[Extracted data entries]

____________________

using System.Diagnostics;
using System.Text;
using DriftWatch.Cli;
using DriftWatch.Detection;
using DriftWatch.Tests.Support;
using Xunit;
using Xunit.Abstractions;

namespace DriftWatch.Tests.Reliability;

/// <summary>
/// The files the CLI reads — policy JSON and store files — mutated at random (seeded, bounded in count): every answer is
/// an exit code of 0, 1 or 2 with at most one line of error, never an internal error (3) and never a hang.
/// </summary>
public sealed class FuzzTests
{
    private const int PolicyMutations = 250;
    private const int StoreMutations = 120;

    // Only a hang should ever reach it; normal answers take milliseconds.
    private static readonly TimeSpan HangLimit = TimeSpan.FromSeconds(60);

    private readonly ITestOutputHelper _output;

    public FuzzTests(ITestOutputHelper output) => _output = output;

    [Fact]
    public async Task MutatedPolicyFilesNeverCrashOrHangTheCheckCommand()
    {
        using var temp = new TempFolder();
        string store = SampleStore.CopyTo(temp.Path);
        byte[] before = File.ReadAllBytes(store);
        byte[] seed = Encoding.UTF8.GetBytes("// a policy with every key\n" + GatePolicy.Default.ToJson());
        var random = new Random(2026);
        var tally = new Tally();
        string path = temp.File("policy.json");
        File.WriteAllBytes(path, seed);
        var unmutated = SampleStore.Cli("check", SampleStore.Run, "--store", store, "--policy", path);
        Assert.True(unmutated.Code is ExitCodes.Fine or ExitCodes.Halt, unmutated.Error);

        for (int i = 0; i < PolicyMutations; i++)
        {
            File.WriteAllBytes(path, MutateText(seed, random));
            var result = await RunAsync(["check", SampleStore.Run, "--store", store, "--policy", path]);
            tally.Add(result, $"policy mutation {i}: {Encoding.UTF8.GetString(File.ReadAllBytes(path)).ReplaceLineEndings(" ")}");
        }

        Assert.Equal(before, File.ReadAllBytes(store));
        _output.WriteLine($"policy fuzz: {PolicyMutations} mutated files; {tally}");
        tally.Examples.ForEach(e => _output.WriteLine("  e.g. " + e));
        tally.Failures.ForEach(f => _output.WriteLine("failure: " + f));
        Assert.Empty(tally.Failures);
        Finalizers.RunNow();
    }

    [Fact]
    public async Task MutatedStoreFilesNeverCrashOrHangAReadCommand()
    {
        using var temp = new TempFolder();
        byte[] original = File.ReadAllBytes(SampleStore.CopyTo(temp.Path, "original.litedb"));
        var random = new Random(1202);
        var tally = new Tally();
        string path = temp.File("mutated.litedb");

        for (int i = 0; i < StoreMutations; i++)
        {
            var (mutated, how) = MutateStore(original, random);
            File.WriteAllBytes(path, mutated);
            var commands = SampleStore.ReadCommands(path, SampleStore.Run, temp.File("charts")).ToList();
            // Charts are the slow command; one mutation in four draws one.
            foreach (var args in commands.Where(a => a[0] != "chart" || i % 4 == 0))
            {
                var result = await RunAsync(args);
                tally.Add(result, $"store mutation {i} ({how}), {args[0]}");
            }
            if (!File.ReadAllBytes(path).AsSpan().SequenceEqual(mutated))
                tally.Failures.Add($"store mutation {i} ({how}): a read command changed the file");
            File.Delete(DemoRunAudit.LogFileOf(path));
        }

        _output.WriteLine($"store fuzz: {StoreMutations} mutated stores; {tally}");
        tally.Examples.ForEach(e => _output.WriteLine("  e.g. " + e));
        tally.Failures.ForEach(f => _output.WriteLine("failure: " + f));
        Assert.Empty(tally.Failures);
        Finalizers.RunNow();
    }

    private static async Task<(int Code, string Output, string Error)> RunAsync(string[] args)
    {
        var clock = Stopwatch.StartNew();
        var run = Task.Run(() => SampleStore.Cli(args));
        try
        {
            return await run.WaitAsync(HangLimit);
        }
        catch (TimeoutException)
        {
            return (-1, "", $"no answer after {clock.Elapsed.TotalSeconds:F0} s: it hangs");
        }
    }

    // Mutations a hand-edited or damaged JSON file shows: flipped, lost or doubled bytes, stray tokens, extreme numbers.
    private static byte[] MutateText(byte[] seed, Random random)
    {
        var bytes = new List<byte>(seed);
        string[] tokens =
        [
            "{", "}", "[", "]", "\"", ",", ":", "-", "1e999", "-1e999", "null", "true", "NaN", "\u0000", "\"haltOn\"",
            "99999999999999999999", "-0", "/*", "\"patience\": 0,", "\"\\ud800\"", "\uFEFF", new string('[', 2000),
            "\"warmupEpochs\": 2147483648,", "\"haltOn\": [\"Leak\", \"Leak\"],", "0x10", "1_000", "\"seed\": -2147483648,",
        ];
        string[] values = ["0", "1", "-1", "2", "0.5", "0.999", "1e308", "-1e-308", "3.5", "20", "10000", "10001", "\"2\"", "[]", "{}", "true", "null", "[\"Leak\"]", "[\"Overfitting\", \"Caution\"]"];
        int edits = random.Next(3) == 0 ? 1 + random.Next(4) : 1;
        for (int e = 0; e < edits; e++)
        {
            int at = random.Next(bytes.Count + 1);
            switch (random.Next(10))
            {
                case >= 6:
                    // A plausible hand edit: one setting's value replaced, in range or not, of the right type or not.
                    string text = Encoding.UTF8.GetString([.. bytes]);
                    var settings = System.Text.RegularExpressions.Regex.Matches(text, @"(""\w+"":\s*)(\[[^\]]*\]|[^,\n}]+)");
                    if (settings.Count == 0)
                        break;
                    var setting = settings[random.Next(settings.Count)];
                    var value = setting.Groups[2];
                    text = string.Concat(text.AsSpan(0, value.Index), values[random.Next(values.Length)], text.AsSpan(value.Index + value.Length));
                    bytes = [.. Encoding.UTF8.GetBytes(text)];
                    break;
                case 0 when bytes.Count > 0:
                    bytes[Math.Min(at, bytes.Count - 1)] ^= (byte)(1 << random.Next(8));
                    break;
                case 1 when bytes.Count > 0:
                    int length = Math.Min(1 + random.Next(40), bytes.Count - Math.Min(at, bytes.Count - 1));
                    bytes.RemoveRange(Math.Min(at, bytes.Count - 1), length);
                    break;
                case 2:
                    int from = random.Next(bytes.Count);
                    bytes.InsertRange(at, bytes.GetRange(from, Math.Min(1 + random.Next(60), bytes.Count - from)));
                    break;
                case 3:
                    bytes.InsertRange(at, Encoding.UTF8.GetBytes(tokens[random.Next(tokens.Length)]));
                    break;
                case 4:
                    bytes.RemoveRange(at, bytes.Count - at); // truncated
                    break;
                default:
                    bytes.Insert(at, (byte)random.Next(256));
                    break;
            }
        }
        return [.. bytes];
    }

    // Damage a store file can suffer: flipped bits, a zeroed or misplaced 8 KiB page, a cut-off or extended file,
    // noise in a page header (where LiteDB keeps page types, ids and links).
    private static (byte[] Bytes, string How) MutateStore(byte[] original, Random random)
    {
        const int page = 8192;
        var bytes = (byte[])original.Clone();
        int pages = bytes.Length / page;
        switch (random.Next(7))
        {
            case 0:
                int flips = 1 + random.Next(16);
                for (int i = 0; i < flips; i++)
                    bytes[random.Next(bytes.Length)] ^= (byte)(1 << random.Next(8));
                return (bytes, $"{flips} flipped bits");
            case 1:
                for (int i = 0; i < 1 + random.Next(8); i++)
                    bytes[random.Next(page)] = (byte)random.Next(256);
                return (bytes, "noise in the header page");
            case 2:
                int zeroed = 1 + random.Next(pages - 1);
                Array.Clear(bytes, zeroed * page, page);
                return (bytes, $"page {zeroed} zeroed");
            case 3:
                int source = random.Next(pages), target = 1 + random.Next(pages - 1);
                Array.Copy(original, source * page, bytes, target * page, page);
                return (bytes, $"page {source} copied over page {target}");
            case 4:
                int damaged = random.Next(pages);
                for (int i = 0; i < 1 + random.Next(6); i++)
                    bytes[(damaged * page) + random.Next(32)] = (byte)random.Next(256);
                return (bytes, $"noise in the header of page {damaged}");
            case 5:
                var longer = new byte[bytes.Length + (page * (1 + random.Next(3)))];
                bytes.CopyTo(longer, 0);
                random.NextBytes(longer.AsSpan(bytes.Length));
                return (longer, "noise appended");
            default:
                int start = random.Next(bytes.Length - 64);
                random.NextBytes(bytes.AsSpan(start, 1 + random.Next(64)));
                return (bytes, $"noise at byte {start}");
        }
    }

    private sealed class Tally
    {
        private int _answers;
        private int _refused;

        public List<string> Failures { get; } = [];

        public void Add((int Code, string Output, string Error) result, string what)
        {
            _answers++;
            if (result.Code == ExitCodes.BadInput)
            {
                _refused++;
                if (result.Error.Trim().Split('\n').Length != 1 || !result.Error.StartsWith("error: ", StringComparison.Ordinal))
                    Failures.Add($"{what}: exit 2 without one error line: {result.Error}");
            }
            else if (result.Code is not (ExitCodes.Fine or ExitCodes.Halt))
            {
                Failures.Add($"{what}: exit {result.Code}: {result.Error.Split('\n')[0]}");
            }
            if (result.Code == ExitCodes.BadInput && Examples.Count < 4)
                Examples.Add(result.Error.Trim());
        }

        public List<string> Examples { get; } = [];

        public override string ToString() =>
            $"{_answers} command runs, {_refused} refused with one line (exit 2), {_answers - _refused - Failures.Count} answered, failures: {Failures.Count}";
    }
}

____________________

Taking the entries above, write out exactly each line from the one holding "int length = Math.Min(1" to the one holding "Damage a store", both included, and stop there.

                    int length = Math.Min(1 + random.Next(40), bytes.Count - Math.Min(at, bytes.Count - 1));
                    bytes.RemoveRange(Math.Min(at, bytes.Count - 1), length);
                    break;
                case 2:
                    int from = random.Next(bytes.Count);
                    bytes.InsertRange(at, bytes.GetRange(from, Math.Min(1 + random.Next(60), bytes.Count - from)));
                    break;
                case 3:
                    bytes.InsertRange(at, Encoding.UTF8.GetBytes(tokens[random.Next(tokens.Length)]));
                    break;
                case 4:
                    bytes.RemoveRange(at, bytes.Count - at); // truncated
                    break;
                default:
                    bytes.Insert(at, (byte)random.Next(256));
                    break;
            }
        }
        return [.. bytes];
    }

    // Damage a store file can suffer: flipped bits, a zeroed or misplaced 8 KiB page, a cut-off or extended file,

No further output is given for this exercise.